[[ Given entries open ]]

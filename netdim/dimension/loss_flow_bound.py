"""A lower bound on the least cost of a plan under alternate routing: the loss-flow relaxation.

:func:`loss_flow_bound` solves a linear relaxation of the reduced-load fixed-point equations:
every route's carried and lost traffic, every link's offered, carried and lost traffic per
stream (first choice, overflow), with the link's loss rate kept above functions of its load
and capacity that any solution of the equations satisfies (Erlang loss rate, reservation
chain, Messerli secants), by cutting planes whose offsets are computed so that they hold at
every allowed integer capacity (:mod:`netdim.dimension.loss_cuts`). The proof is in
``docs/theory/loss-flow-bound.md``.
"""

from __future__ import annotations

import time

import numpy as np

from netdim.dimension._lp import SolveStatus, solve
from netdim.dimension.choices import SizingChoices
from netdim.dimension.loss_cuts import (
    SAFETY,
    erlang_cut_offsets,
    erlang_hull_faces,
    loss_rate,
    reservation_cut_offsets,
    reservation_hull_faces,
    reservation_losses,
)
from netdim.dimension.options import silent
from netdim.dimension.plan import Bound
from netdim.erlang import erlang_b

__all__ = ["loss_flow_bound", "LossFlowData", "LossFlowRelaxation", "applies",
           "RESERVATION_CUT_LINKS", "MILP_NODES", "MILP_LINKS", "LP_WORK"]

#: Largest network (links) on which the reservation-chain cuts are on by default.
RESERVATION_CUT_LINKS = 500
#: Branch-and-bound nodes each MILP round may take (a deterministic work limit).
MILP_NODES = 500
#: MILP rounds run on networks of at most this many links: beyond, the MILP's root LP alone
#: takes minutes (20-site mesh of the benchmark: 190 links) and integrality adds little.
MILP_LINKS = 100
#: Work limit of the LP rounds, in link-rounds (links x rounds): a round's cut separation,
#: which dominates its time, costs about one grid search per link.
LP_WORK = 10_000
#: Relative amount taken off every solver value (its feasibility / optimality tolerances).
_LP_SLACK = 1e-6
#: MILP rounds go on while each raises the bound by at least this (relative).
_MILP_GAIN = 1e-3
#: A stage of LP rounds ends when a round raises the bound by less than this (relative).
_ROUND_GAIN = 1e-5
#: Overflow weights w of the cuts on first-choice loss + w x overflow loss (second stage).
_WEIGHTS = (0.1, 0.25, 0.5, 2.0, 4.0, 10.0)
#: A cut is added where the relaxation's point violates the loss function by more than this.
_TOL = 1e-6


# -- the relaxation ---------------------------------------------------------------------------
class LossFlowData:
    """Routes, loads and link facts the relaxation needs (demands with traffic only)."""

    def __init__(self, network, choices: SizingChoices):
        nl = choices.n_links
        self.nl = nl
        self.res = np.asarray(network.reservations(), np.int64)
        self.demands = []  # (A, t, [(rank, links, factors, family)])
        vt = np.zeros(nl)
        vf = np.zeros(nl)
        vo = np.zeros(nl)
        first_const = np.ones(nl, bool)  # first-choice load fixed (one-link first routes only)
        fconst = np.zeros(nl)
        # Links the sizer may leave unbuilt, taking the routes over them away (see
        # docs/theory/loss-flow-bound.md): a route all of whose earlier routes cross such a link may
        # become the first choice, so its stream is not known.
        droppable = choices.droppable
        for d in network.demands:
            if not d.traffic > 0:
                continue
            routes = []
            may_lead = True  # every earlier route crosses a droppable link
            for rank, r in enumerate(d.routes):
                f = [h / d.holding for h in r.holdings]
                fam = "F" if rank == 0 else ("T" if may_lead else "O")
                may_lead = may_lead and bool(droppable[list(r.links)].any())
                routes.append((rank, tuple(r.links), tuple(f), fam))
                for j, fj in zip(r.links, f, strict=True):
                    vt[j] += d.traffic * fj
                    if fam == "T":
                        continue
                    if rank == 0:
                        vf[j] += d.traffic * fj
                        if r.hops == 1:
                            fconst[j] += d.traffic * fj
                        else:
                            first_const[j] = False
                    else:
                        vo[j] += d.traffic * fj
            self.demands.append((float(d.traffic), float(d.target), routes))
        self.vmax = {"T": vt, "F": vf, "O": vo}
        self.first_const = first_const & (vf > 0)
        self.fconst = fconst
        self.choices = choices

[[ Given entries closed ]]

The task: When you answer, repeat each entry exactly as it appears above.

Task result:
filename netdim/dimension/loss_flow_bound.py
"""A lower bound on the least cost of a plan under alternate routing: the loss-flow relaxation.

:func:`loss_flow_bound` solves a linear relaxation of the reduced-load fixed-point equations:
every route's carried and lost traffic, every link's offered, carried and lost traffic per
stream (first choice, overflow), with the link's loss rate kept above functions of its load
and capacity that any solution of the equations satisfies (Erlang loss rate, reservation
chain, Messerli secants), by cutting planes whose offsets are computed so that they hold at
every allowed integer capacity (:mod:`netdim.dimension.loss_cuts`). The proof is in
``docs/theory/loss-flow-bound.md``.
"""

from __future__ import annotations

import time

import numpy as np

from netdim.dimension._lp import SolveStatus, solve
from netdim.dimension.choices import SizingChoices
from netdim.dimension.loss_cuts import (
    SAFETY,
    erlang_cut_offsets,
    erlang_hull_faces,
    loss_rate,
    reservation_cut_offsets,
    reservation_hull_faces,
    reservation_losses,
)
from netdim.dimension.options import silent
from netdim.dimension.plan import Bound
from netdim.erlang import erlang_b

__all__ = ["loss_flow_bound", "LossFlowData", "LossFlowRelaxation", "applies",
           "RESERVATION_CUT_LINKS", "MILP_NODES", "MILP_LINKS", "LP_WORK"]

#: Largest network (links) on which the reservation-chain cuts are on by default.
RESERVATION_CUT_LINKS = 500
#: Branch-and-bound nodes each MILP round may take (a deterministic work limit).
MILP_NODES = 500
#: MILP rounds run on networks of at most this many links: beyond, the MILP's root LP alone
#: takes minutes (20-site mesh of the benchmark: 190 links) and integrality adds little.
MILP_LINKS = 100
#: Work limit of the LP rounds, in link-rounds (links x rounds): a round's cut separation,
#: which dominates its time, costs about one grid search per link.
LP_WORK = 10_000
#: Relative amount taken off every solver value (its feasibility / optimality tolerances).
_LP_SLACK = 1e-6
#: MILP rounds go on while each raises the bound by at least this (relative).
_MILP_GAIN = 1e-3
#: A stage of LP rounds ends when a round raises the bound by less than this (relative).
_ROUND_GAIN = 1e-5
#: Overflow weights w of the cuts on first-choice loss + w x overflow loss (second stage).
_WEIGHTS = (0.1, 0.25, 0.5, 2.0, 4.0, 10.0)
#: A cut is added where the relaxation's point violates the loss function by more than this.
_TOL = 1e-6


# -- the relaxation ---------------------------------------------------------------------------
class LossFlowData:
    """Routes, loads and link facts the relaxation needs (demands with traffic only)."""

    def __init__(self, network, choices: SizingChoices):
        nl = choices.n_links
        self.nl = nl
        self.res = np.asarray(network.reservations(), np.int64)
        self.demands = []  # (A, t, [(rank, links, factors, family)])
        vt = np.zeros(nl)
        vf = np.zeros(nl)
        vo = np.zeros(nl)
        first_const = np.ones(nl, bool)  # first-choice load fixed (one-link first routes only)
        fconst = np.zeros(nl)
        # Links the sizer may leave unbuilt, taking the routes over them away (see
        # docs/theory/loss-flow-bound.md): a route all of whose earlier routes cross such a link may
        # become the first choice, so its stream is not known.
        droppable = choices.droppable
        for d in network.demands:
            if not d.traffic > 0:
                continue
            routes = []
            may_lead = True  # every earlier route crosses a droppable link
            for rank, r in enumerate(d.routes):
                f = [h / d.holding for h in r.holdings]
                fam = "F" if rank == 0 else ("T" if may_lead else "O")
                may_lead = may_lead and bool(droppable[list(r.links)].any())
                routes.append((rank, tuple(r.links), tuple(f), fam))
                for j, fj in zip(r.links, f, strict=True):
                    vt[j] += d.traffic * fj
                    if fam == "T":
                        continue
                    if rank == 0:
                        vf[j] += d.traffic * fj
                        if r.hops == 1:
                            fconst[j] += d.traffic * fj
                        else:
                            first_const[j] = False
                    else:
                        vo[j] += d.traffic * fj
            self.demands.append((float(d.traffic), float(d.target), routes))
        self.vmax = {"T": vt, "F": vf, "O": vo}
        self.first_const = first_const & (vf > 0)
        self.fconst = fconst
        self.choices = choices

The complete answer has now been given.